The principles set out best practice for institutional shareholders and investment managers, under which they will:

· Maintain and publish statements of their policies in respect of active engagement with the companies in which they invest;
· Monitor the performance of and maintain an appropriate dialogue with those companies;
· Intervene where necessary;
· Evaluate the impact of their policies; and
· In the case of investment managers, report back to the clients on whose behalf they invest.
[2]

What’s the reality? 

The reality is that active shareholder engagement has – in both London and New York – been extremely limited; after all, the management fees they were earning from ignoring the real risks being run by the companies in which they were invested supported an exciting personal life style. The real victims are the ordinary folk who fell for the polished pitch of the fund managers, who sold so effectively the idea that managing cash is so difficult and complex that ordinary people can’t do it. (An ordinary person said, on a panel interview programme here a couple of weeks ago: ‘I can’t run a bank; can I get a £695k pa pension?’). It’s all very well asking the institutional investors to exercise their governance responsibilities responsibly, but they too have their fingers in the till.

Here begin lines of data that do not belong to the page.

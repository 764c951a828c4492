#pragma once
// Non-negative least squares: minimise ||A x - b||_2 subject to x >= 0, by the active-set method
// of Lawson and Hanson ("Solving Least Squares Problems", 1974, ch. 23, algorithm NNLS). Neither
// Eigen 3.4 nor NLopt 2.7 offers it; the unconstrained sub-problems use Eigen's pivoted QR.
#include <Eigen/Dense>

namespace lampwright {

struct NnlsResult {
    Eigen::VectorXd x;
    double residual_norm = 0;  // ||A x - b||_2
    int iterations = 0;
    bool converged = false;    // false only when the iteration limit was reached
};

// `max_iterations` bounds the outer loop (default 3 n, as Lawson and Hanson suggest).
NnlsResult nonnegative_least_squares(const Eigen::MatrixXd& a, const Eigen::VectorXd& b, int max_iterations = 0);

}  // namespace lampwright
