// Tests of blend recipes (src/lampwright/phosphor/recipe.hpp): good recipes, every refusal with the file,
// line and key in the message, and the recipe_to_toml round trip.
#include "lampwright/phosphor/blend.hpp"
#include "lampwright/core/error.hpp"
#include "lampwright/phosphor/recipe.hpp"
#include "lampwright/io/toml_access.hpp"
#include "lampwright/led/layer_design.hpp"
#include "lampwright/phosphor/phosphor.hpp"
#include "lampwright/production/qc.hpp"

#include "test_support.hpp"

#include <doctest/doctest.h>

#include <cmath>
#include <cstdio>
#include <filesystem>
#include <functional>
#include <string>
#include <vector>

using namespace lampwright;

namespace {

namespace fs = std::filesystem;

using lwtest::TempDir;

// A green band in relative power per nm (Gaussian, 530 nm, sigma 25 nm), 400-700 nm.
std::string green_csv() {
    std::string s = "wavelength_nm,spectral_power\n";
    char buf[64];
    for (int nm = 400; nm <= 700; nm += 5) {
        std::snprintf(buf, sizeof buf, "%d,%.10g\n", nm, std::exp(-0.5 * std::pow((nm - 530.0) / 25.0, 2)));
        s += buf;
    }
    return s;
}

using lwtest::example_recipe;

// Loads `text` as a recipe file and checks the refusal: an InputError naming the file, the line
// and the key (and `extra` when given).
void expect_refused(const std::string& text, std::size_t line, const std::string& key, const std::string& extra = "") {
    TempDir dir;
    const std::string path = dir.write("bad_recipe.toml", text);
    CAPTURE(text);
    try {
        (void)load_recipe(path);
        FAIL("recipe accepted");
    } catch (const InputError& e) {
        const std::string what = e.what();
        CAPTURE(what);
        CHECK(e.source() == path);
        CHECK(what.find(path) != std::string::npos);
        CHECK(e.line() == line);
        CHECK(what.find(path + ":" + std::to_string(line) + ":") != std::string::npos);
        CHECK(what.find(key) != std::string::npos);
        if (!extra.empty()) CHECK(what.find(extra) != std::string::npos);
    }
}
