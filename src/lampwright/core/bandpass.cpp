#include "lampwright/core/bandpass.hpp"

#include "lampwright/core/error.hpp"

#include <fmt/format.h>

#include <cstdlib>

namespace lampwright {

Spectrum triangular_bandpass(const Spectrum& s, int bandwidth_nm) {
    if (bandwidth_nm < 1 || bandwidth_nm > 100) throw Error(fmt::format("bandwidth must be 1-100 nm, not {}", bandwidth_nm));
    if (bandwidth_nm == 1) return s;
    // Triangle of FWHM b on a 1 nm grid: weights (b - |k|) / b^2 for |k| < b, summing to one.
    const int b = bandwidth_nm;
    const double norm = 1.0 / (static_cast<double>(b) * b);
    Spectrum out{s.name, s.first_nm, std::vector<double>(s.values.size(), 0.0)};
    const auto n = static_cast<int>(s.values.size());
    for (int i = 0; i < n; ++i) {
        double v = 0;
        for (int k = -(b - 1); k <= b - 1; ++k) {
            const int j = i + k;
            if (j >= 0 && j < n) v += (b - std::abs(k)) * s.values[static_cast<std::size_t>(j)];
        }
        out.values[static_cast<std::size_t>(i)] = v * norm;
    }
    return out;
}

std::vector<double> values_at(const Spectrum& s, const std::vector<int>& nm) {
    std::vector<double> out;
    out.reserve(nm.size());
    for (int w : nm) out.push_back(s.covers(w) ? s.values[static_cast<std::size_t>(w - s.first_nm)] : 0.0);
    return out;
}

}  // namespace lampwright
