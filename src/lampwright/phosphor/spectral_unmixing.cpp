#include "lampwright/phosphor/spectral_unmixing.hpp"

#include "lampwright/colour/colorimetry.hpp"
#include "lampwright/core/bandpass.hpp"
#include "lampwright/core/error.hpp"
#include "lampwright/core/interpolation.hpp"
#include "lampwright/core/nonnegative_least_squares.hpp"

#include <fmt/format.h>
#include <nlopt.hpp>

#include <algorithm>
#include <cmath>
#include <functional>

namespace lampwright {

namespace {

// Weight of the chromaticity rows against the spectral rows: large enough that x, y agree to
// about 1e-7, small enough for the QR to stay well conditioned (checked in tests).
constexpr double kChromaticityRowWeight = 1e4;

struct Grid {
    std::vector<int> nm;
    int step = 0;
};

Grid measurement_grid(const SampledSpectrum& m) {
    if (m.wavelengths_nm.size() < 3) throw Error(fmt::format("spectrum '{}': too few points to unmix", m.name));
    Grid g;
    for (double w : m.wavelengths_nm) {
        if (std::abs(w - std::round(w)) > 1e-9 || w < kEmissionFirstNm || w > kEmissionLastNm)
            throw Error(fmt::format("spectrum '{}': unmixing needs whole-nm wavelengths within {}-{} nm ({:g} nm is not)", m.name,
                                    kEmissionFirstNm, kEmissionLastNm, w));
        g.nm.push_back(static_cast<int>(std::lround(w)));
    }
    g.step = g.nm[1] - g.nm[0];
    for (std::size_t i = 1; i < g.nm.size(); ++i)
        if (g.nm[i] - g.nm[i - 1] != g.step)
            throw Error(fmt::format("spectrum '{}': unmixing needs a uniform wavelength step ({} nm from {} nm, then {} to {} nm)", m.name, g.step,
                                    g.nm[0], g.nm[i - 1], g.nm[i]));
    return g;
}

// A model spectrum as the instrument reports it at the measurement's wavelengths.
std::vector<double> as_measured(const Spectrum& one_nm, const Grid& g, int bandwidth) {
    return values_at(triangular_bandpass(one_nm, bandwidth), g.nm);
}

// x, y of a column as the measurement's own x, y are computed (its table resampled to 1 nm).
XYZ column_tristimulus(const std::vector<double>& values, const SampledSpectrum& m) {
    return tristimulus(resample_to_1nm(SampledSpectrum{m.name, m.wavelengths_nm, values}));
}

}  // namespace

UnmixingResult unmix_spectrum(const SampledSpectrum& m, const std::vector<Phosphor>& candidates, const UnmixingOptions& o) {
    const Grid g = measurement_grid(m);
    const int bandwidth = o.bandwidth_nm > 0 ? o.bandwidth_nm : g.step;
    std::vector<Spectrum> basis;
    for (const auto& p : candidates) basis.push_back(power_from_photons(emission_photons(p)));
    if (o.mercury_lines)
        for (std::size_t k = 0; k < kMercuryLineGroupsNm.size(); ++k) basis.push_back(mercury_line_group(k));
    if (basis.empty()) throw Error(fmt::format("spectrum '{}': nothing to unmix it into", m.name));

    std::vector<std::size_t> rows;  // the 380-780 nm points
    for (std::size_t i = 0; i < g.nm.size(); ++i)
        if (g.nm[i] >= 380 && g.nm[i] <= 780) rows.push_back(i);
    if (rows.size() < 3) throw Error(fmt::format("spectrum '{}': too few points within 380-780 nm", m.name));

    const auto n_extra = o.match_chromaticity ? 2 : 0;
    Eigen::MatrixXd a(static_cast<Eigen::Index>(rows.size()) + n_extra, static_cast<Eigen::Index>(basis.size()));
    Eigen::VectorXd b = Eigen::VectorXd::Zero(a.rows());
    for (std::size_t r = 0; r < rows.size(); ++r) b(static_cast<Eigen::Index>(r)) = m.values[rows[r]];
    const double b_norm = b.norm();
    if (!(b_norm > 0)) throw Error(fmt::format("spectrum '{}' has no power within 380-780 nm", m.name));
    const XYZ t = tristimulus(resample_to_1nm(m));
    std::vector<std::vector<double>> columns;
    for (std::size_t j = 0; j < basis.size(); ++j) {
        columns.push_back(as_measured(basis[j], g, bandwidth));
        const auto& col = columns.back();
        Eigen::Index r = 0;
        for (std::size_t i : rows) a(r++, static_cast<Eigen::Index>(j)) = col[i];
        if (o.match_chromaticity) {
            const XYZ c = column_tristimulus(col, m);
            const double scale = kChromaticityRowWeight * b_norm / t.Y;
            a(r, static_cast<Eigen::Index>(j)) = scale * (c.X - t.X / t.Y * c.Y);
            a(r + 1, static_cast<Eigen::Index>(j)) = scale * (c.Z - t.Z / t.Y * c.Y);
        }
    }
    const NnlsResult fit = nonnegative_least_squares(a, b);

    UnmixingResult res;
    res.model_1nm = emission_grid(m.name + " (model)");
    res.reconstruction = SampledSpectrum{m.name + " (model)", m.wavelengths_nm, std::vector<double>(g.nm.size(), 0.0)};
    double hg_visible = 0;
    for (std::size_t j = 0; j < basis.size(); ++j) {
        const double x = fit.x(static_cast<Eigen::Index>(j));
        if (j < candidates.size()) res.power.push_back(x);
        else res.mercury_power[j - candidates.size()] = x, hg_visible += x * visible_power(basis[j]);
        for (std::size_t k = 0; k < res.model_1nm.values.size(); ++k) res.model_1nm.values[k] += x * basis[j].values[k];
        for (std::size_t i = 0; i < g.nm.size(); ++i) res.reconstruction.values[i] += x * columns[j][i];
    }
    const double visible = visible_power(res.model_1nm);
    res.mercury_visible_fraction = visible > 0 ? hg_visible / visible : 0;
    double d2 = 0;
    for (std::size_t i : rows) d2 += std::pow(res.reconstruction.values[i] - m.values[i], 2);
    res.relative_residual = std::sqrt(d2) / b_norm;
    return res;
}

// ---------------------------------------------------------------------------------------------
// The inverse of the blend model.

namespace {

// A relative residual below this counts as this (BIC only): a printed table carries about six
// significant digits, so smaller residuals are round-off and must not decide between subsets.
constexpr double kResidualFloor = 1e-6;
// An objective for shifts the Stokes rule refuses (finite: BOBYQA needs numbers).
constexpr double kRefusedShift = 1e10;

// One measured spectrum, ready for the fits: its grid, bandpass and the 380-780 nm values scaled
// to unit L2 norm (the fit is scale-free; the scale keeps the solver's tolerances meaningful).
struct Prepared {
    Grid grid;
    int bandwidth = 1;
    std::vector<std::size_t> rows;
    Eigen::VectorXd b;
    double b_norm = 0;
};

Prepared prepare(const SampledSpectrum& m, int bandwidth_nm) {
    Prepared p;
    p.grid = measurement_grid(m);
    p.bandwidth = bandwidth_nm > 0 ? bandwidth_nm : p.grid.step;
    for (std::size_t i = 0; i < p.grid.nm.size(); ++i)
        if (p.grid.nm[i] >= 380 && p.grid.nm[i] <= 780) p.rows.push_back(i);
    if (p.rows.size() < 3) throw Error(fmt::format("spectrum '{}': too few points within 380-780 nm", m.name));
    p.b.resize(static_cast<Eigen::Index>(p.rows.size()));
    for (std::size_t r = 0; r < p.rows.size(); ++r) p.b(static_cast<Eigen::Index>(r)) = m.values[p.rows[r]];
    p.b_norm = p.b.norm();
    if (!(p.b_norm > 0) || !std::isfinite(p.b_norm)) throw Error(fmt::format("spectrum '{}' has no power within 380-780 nm", m.name));
    p.b /= p.b_norm;
    return p;
}

// A model spectrum of unit radiant power on the emission grid and its values as measured.
struct Column {
    Spectrum one_nm;
    std::vector<double> measured;  // at every measured wavelength
};

Column make_column(Spectrum unit_power, const Prepared& p) {
    Column c;
    c.measured = as_measured(unit_power, p.grid, p.bandwidth);
    c.one_nm = std::move(unit_power);
    return c;
}

Spectrum normalised_power(Spectrum s) {
    const double total = integrate_1nm(s.values);
    if (!(total > 0)) throw Error(fmt::format("'{}' has no power on the emission grid", s.name));
    for (double& v : s.values) v /= total;
    return s;
}

// A component's emission as power of unit total: the photon distribution the forward model uses
// (emission_for_excitation: Stokes check, no photons above the exciting energy), P(l) ~ N(l) / l.
Spectrum component_power(const Phosphor& ph, const std::string& label, const Excitation& e, double shift_nm, double width_scale = 1.0) {
    const Spectrum n = emission_for_excitation(ph, e, shift_nm, width_scale);
    Spectrum pw = emission_grid(label);
    for (std::size_t k = 0; k < n.values.size(); ++k) pw.values[k] = n.values[k] / (n.first_nm + static_cast<double>(k));
    return normalised_power(std::move(pw));
}

// Photons per unit power, up to the constant h c: sum P(l) l.
double photons_per_power(const Spectrum& unit_power) {
    double q = 0;
    for (std::size_t k = 0; k < unit_power.values.size(); ++k) q += unit_power.values[k] * (unit_power.first_nm + static_cast<double>(k));
    return q;
}

// The discharge light's free amplitudes: the four visible mercury line groups (their ratios
// vary with lamp type, current and age, so each is free), or the LED pump band.
std::vector<Column> discharge_columns(const Excitation& e, const Prepared& p) {
    std::vector<Column> out;
    if (e.kind == Excitation::Kind::mercury) {
        for (std::size_t k = 0; k < kMercuryLineGroupsNm.size(); ++k) out.push_back(make_column(mercury_line_group(k), p));
    } else {
        out.push_back(make_column(normalised_power(power_from_photons(pump_photons(e))), p));
    }
    return out;
}

struct Solve {
    Eigen::MatrixXd a;  // the 380-780 nm rows of the columns
    Eigen::VectorXd x;  // amplitudes, for the scaled measurement
    double rss = 0;
};
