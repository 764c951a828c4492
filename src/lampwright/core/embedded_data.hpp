#pragma once
// The project's data/ tables, compiled into the library (see cmake/EmbedData.cmake).
#include <span>
#include <string_view>

namespace lampwright {

struct EmbeddedFile {
    std::string_view path;  // relative to data/, e.g. "cie/cie1931_2deg_cmf.csv"
    std::string_view content;
};

std::span<const EmbeddedFile> embedded_files();

// The content of one embedded data file; throws lampwright::Error when it is absent.
std::string_view embedded_file(std::string_view path);

}  // namespace lampwright
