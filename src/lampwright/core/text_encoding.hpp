#pragma once
// Text that enters the program from outside (spectrum headers, file names, the lot history) and
// leaves it as JSON, CSV or HTML must be valid UTF-8: nlohmann::json refuses to write anything
// else, so one stray byte of a Latin-1 header would fail a whole run's JSON.
#include <nlohmann/json.hpp>

#include <string>
#include <string_view>

namespace lampwright {

// `s` with every byte that is not part of a well-formed UTF-8 sequence (RFC 3629: no overlong
// forms, no surrogates, nothing above U+10FFFF) replaced by U+FFFD, the replacement character, so
// the damage stays visible ("lamp\xFF" -> "lamp\uFFFD"). Valid text is returned unchanged.
std::string sanitize_utf8(std::string_view s);

// `j` as JSON text (indented by `indent`, or compact when negative); any invalid UTF-8 that got
// past sanitize_utf8 is written as U+FFFD instead of throwing (a second guard).
std::string dump_json(const nlohmann::ordered_json& j, int indent = 2);
std::string dump_json(const nlohmann::json& j, int indent = -1);

}  // namespace lampwright
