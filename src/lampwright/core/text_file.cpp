#include "lampwright/core/text_file.hpp"

#include "lampwright/core/error.hpp"

#include <fmt/format.h>

#include <fcntl.h>
#include <sys/stat.h>
#include <unistd.h>

#include <cerrno>
#include <cstring>

namespace lampwright {

namespace {

// What a file that is not a regular file is, for the message.
const char* file_kind(mode_t mode) {
    if (S_ISDIR(mode)) return "a folder";
    if (S_ISFIFO(mode)) return "a FIFO";
    if (S_ISSOCK(mode)) return "a socket";
    if (S_ISCHR(mode)) return "a character device";
    if (S_ISBLK(mode)) return "a block device";
    return "not a plain file";
}

// Closes the descriptor on every path out of read_text_file.
struct FdGuard {
    int fd;
    ~FdGuard() { ::close(fd); }
};

}  // namespace

std::string read_text_file(const std::string& path) {
    // Opened without blocking: opening a FIFO for reading otherwise waits for a writer forever.
    // The checks are made on the opened descriptor (fstat), so the file cannot change between
    // the check and the read.
    const int fd = ::open(path.c_str(), O_RDONLY | O_NONBLOCK | O_CLOEXEC);
    if (fd < 0) {
        const int err = errno;
        struct stat st {};
        if (::stat(path.c_str(), &st) == 0 && S_ISDIR(st.st_mode)) throw InputError(path, 0, "is a folder, not a file");
        throw InputError(path, 0, fmt::format("cannot be opened (missing or unreadable: {})", std::strerror(err)));
    }
    const FdGuard guard{fd};
    struct stat st {};
    if (::fstat(fd, &st) != 0) throw InputError(path, 0, fmt::format("cannot be read: {}", std::strerror(errno)));
    if (S_ISDIR(st.st_mode)) throw InputError(path, 0, "is a folder, not a file");
    if (!S_ISREG(st.st_mode)) throw InputError(path, 0, fmt::format("is not a regular file ({})", file_kind(st.st_mode)));
    const auto size = static_cast<std::uint64_t>(st.st_size);
    if (size > kMaxTextFileBytes)
        throw InputError(path, 0, fmt::format("is larger than {} MiB ({} MiB); no spectrum, recipe or spec file is that big", kMaxTextFileBytes >> 20,
                                              size >> 20));
    // Regular files never block; clear O_NONBLOCK anyway so reads behave as usual.
    ::fcntl(fd, F_SETFL, ::fcntl(fd, F_GETFL) & ~O_NONBLOCK);
    std::string content;
    content.reserve(static_cast<std::size_t>(size));
    char buf[1 << 16];
    while (true) {
        const ssize_t got = ::read(fd, buf, sizeof buf);
        if (got < 0) {
            if (errno == EINTR) continue;
            throw InputError(path, 0, fmt::format("could not be read: {}", std::strerror(errno)));
        }
        if (got == 0) break;
        content.append(buf, static_cast<std::size_t>(got));
        // A file that grows while it is read (a log being written) is held to the same limit.
        if (content.size() > kMaxTextFileBytes)
            throw InputError(path, 0, fmt::format("is larger than {} MiB; no spectrum, recipe or spec file is that big", kMaxTextFileBytes >> 20));
    }
    return content;
}

}  // namespace lampwright
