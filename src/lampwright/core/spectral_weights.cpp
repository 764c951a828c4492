#include "lampwright/core/spectral_weights.hpp"

namespace lampwright {

// Each output has its own accumulator, so vectorising over rows needs no reordering of sums.
__attribute__((target_clones("arch=x86-64-v3", "default")))
void weighted_sums_48(const double* __restrict weights, const double* __restrict values, int n, double* __restrict out) {
    double acc[48] = {};
    for (int j = 0; j < n; ++j) {
        const double s = values[j];
        const double* col = weights + static_cast<std::size_t>(j) * 48;
        for (int r = 0; r < 48; ++r) acc[r] += col[r] * s;
    }
    for (int r = 0; r < 48; ++r) out[r] = acc[r];
}

namespace {
__attribute__((target_clones("arch=x86-64-v3", "default")))
void weighted_sums_48_float(const float* __restrict weights, const double* __restrict values, int n, double* __restrict out) {
    double acc[48] = {};
    for (int j = 0; j < n; ++j) {
        const double s = values[j];
        const float* col = weights + static_cast<std::size_t>(j) * 48;
        for (int r = 0; r < 48; ++r) acc[r] += static_cast<double>(col[r]) * s;
    }
    for (int r = 0; r < 48; ++r) out[r] = acc[r];
}
}  // namespace

void weighted_sums_48_blocks(const float* weights, const double* values, int n, int blocks, double* out) {
    for (int b = 0; b < blocks; ++b) weighted_sums_48_float(weights + static_cast<std::size_t>(b) * n * 48, values, n, out + 48 * b);
}

}  // namespace lampwright
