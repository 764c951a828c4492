#include "lampwright/core/embedded_data.hpp"

#include "lampwright/core/error.hpp"

#include <string>

namespace lampwright {

std::string_view embedded_file(std::string_view path) {
    for (const auto& f : embedded_files())
        if (f.path == path) return f.content;
    throw Error("built-in data file data/" + std::string(path) + " is missing from this build");
}

}  // namespace lampwright
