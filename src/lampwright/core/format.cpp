#include "lampwright/core/format.hpp"

#include <fmt/format.h>

#include <algorithm>
#include <cmath>

namespace lampwright {

namespace {

// True when the formatted number has no non-zero digit ("-0.000" is zero).
bool all_zero_digits(const std::string& s) { return s.find_first_of("123456789") == std::string::npos; }

std::size_t columns(const std::string& s) {
    std::size_t n = 0;
    for (unsigned char c : s) n += (c & 0xC0) != 0x80;  // UTF-8 continuation bytes take no column
    return n;
}

}  // namespace

std::string format_fixed(double v, int decimals, const char* missing) {
    if (!std::isfinite(v)) return missing;
    std::string s = fmt::format("{:.{}f}", v, decimals);
    if (s.front() == '-' && all_zero_digits(s)) s.erase(0, 1);
    return s;
}

std::string format_signed(double v, int decimals, const char* missing) {
    if (!std::isfinite(v)) return missing;
    std::string s = format_fixed(v, decimals);
    return all_zero_digits(s) || s.front() == '-' ? s : "+" + s;
}

std::string wrap_text(const std::string& text, std::size_t width, const std::string& first, const std::string& indent) {
    std::string out, line = first;
    std::size_t line_cols = columns(first), words = 0;
    const std::size_t indent_cols = columns(indent);
    std::size_t i = 0;
    while (i < text.size()) {
        while (i < text.size() && text[i] == ' ') ++i;
        if (i >= text.size()) break;
        const std::size_t end = std::min(text.find(' ', i), text.size());
        const std::string word = text.substr(i, end - i);
        i = end;
        const std::size_t w = columns(word);
        if (words > 0 && line_cols + 1 + w > width) {
            out += line + '\n';
            line = indent + word;
            line_cols = indent_cols + w;
        } else {
            line += (words > 0 ? " " : "") + word;
            line_cols += (words > 0 ? 1 : 0) + w;
        }
        ++words;
    }
    return out + line + '\n';
}

std::string csv_line(const std::vector<std::string>& cells) {
    std::string out;
    for (std::size_t i = 0; i < cells.size(); ++i) {
        if (i) out += ',';
        const auto& c = cells[i];
        if (c.find_first_of(",\"\n") != std::string::npos) {
            out += '"';
            for (char ch : c) {
                if (ch == '"') out += '"';
                out += ch;
            }
            out += '"';
        } else {
            out += c;
        }
    }
    return out;
}

nlohmann::ordered_json number_or_null(double v) { return std::isfinite(v) ? nlohmann::ordered_json(v) : nlohmann::ordered_json(nullptr); }

}  // namespace lampwright
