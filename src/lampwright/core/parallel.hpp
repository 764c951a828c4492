#pragma once
// Work spread over threads: how many to use, and a loop over items on them.
#include <cstddef>
#include <functional>

namespace lampwright {

// Worker threads for `items` pieces of work: `requested` (0 = all cores), at most the number of
// cores (more only add switching) and of items (more stay idle), at least 1.
unsigned worker_count(unsigned requested, std::size_t items);

// Runs worker() on `workers` threads at once (the calling thread is one of them) and returns when
// every one has returned. A thread that cannot be started leaves the work to those that could; the
// worker itself takes its items (an atomic counter) and keeps its own exceptions.
void run_workers(unsigned workers, const std::function<void()>& worker);

// Runs body(i) once for every i in [0, n) on `workers` threads (the calling thread is one of
// them), taking the next i as each finishes. A thread that cannot be started leaves its share to
// the others. The first exception a body throws is rethrown after every worker has stopped; the
// bodies not yet started then do not run.
void parallel_for(std::size_t n, unsigned workers, const std::function<void(std::size_t)>& body);

}  // namespace lampwright
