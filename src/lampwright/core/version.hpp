#pragma once
// The library's version (CMakeLists.txt project VERSION), printed by --version and written into
// reports, SVG files and recorded lots so a result can be traced to the code that made it.

namespace lampwright {

#ifndef LAMPWRIGHT_VERSION
#error "LAMPWRIGHT_VERSION is set by CMakeLists.txt"
#endif
inline constexpr const char* kVersion = LAMPWRIGHT_VERSION;

}  // namespace lampwright
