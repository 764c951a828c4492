#pragma once
// Errors that name what is wrong: the file, the line where there is one, and the problem.
#include <stdexcept>
#include <string>

namespace lampwright {

class Error : public std::runtime_error {
public:
    using std::runtime_error::runtime_error;
};

// Bad input: a file (or recipe key) the user gave us, with the line when it is known (0 = none).
class InputError : public Error {
public:
    InputError(std::string source, std::size_t line, std::string problem);
    const std::string& source() const { return source_; }
    std::size_t line() const { return line_; }
    const std::string& problem() const { return problem_; }

private:
    std::string source_;
    std::size_t line_;
    std::string problem_;
};

}  // namespace lampwright
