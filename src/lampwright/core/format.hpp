#pragma once
// Number and cell formatting shared by every text, CSV and JSON output (and the JSON that the
// lot history stores).
#include <nlohmann/json.hpp>

#include <string>
#include <vector>

namespace lampwright {

// A number with fixed decimals for tables, axes and CSV; `missing` where it is not finite
// (undefined). A value that rounds to zero prints without a minus sign ("0.0000", never "-0.0000"):
// every fixed-decimal number of the text, SVG and CSV outputs goes through here.
std::string format_fixed(double v, int decimals, const char* missing = "");
// The same with the sign always shown ("+0.0012", "-0.0012"), as for Duv; a value that rounds to
// zero has no sign ("0.0000").
std::string format_signed(double v, int decimals, const char* missing = "");

// `text` broken at spaces into lines of at most `width` columns (a word longer than that stands
// alone): the first line starts with `first`, the others with `indent`; each line ends in '\n'.
// Columns count UTF-8 characters, not bytes.
std::string wrap_text(const std::string& text, std::size_t width, const std::string& first = "", const std::string& indent = "");

// One CSV row from cells: quotes a cell holding a comma, quote or newline (RFC 4180).
std::string csv_line(const std::vector<std::string>& cells);

// A JSON number, or null where the value is not finite (undefined).
nlohmann::ordered_json number_or_null(double v);

}  // namespace lampwright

So, isn’t it time we taught basic financial risk management to ordinary people? I know this might require breaking the centuries-old link between financiers and politicians, but perhaps that might start a move toward a society in which those who produce the cash don’t have it conned out of them…..sorry, that’s a bit hopeful…


[1] The ISC is a forum which allows the UK’s institutional shareholding community to exchange views and, on occasion, coordinate their activities in support of the interests of UK investors.  

Its constituent members are: The Association of British Insurers (ABI), the Association of Investment Companies (AIC), the Investment Management Association (IMA) and the National Association of Pension Funds (NAPF)

[2] ISC Press Release accompanying the launch of the Principles.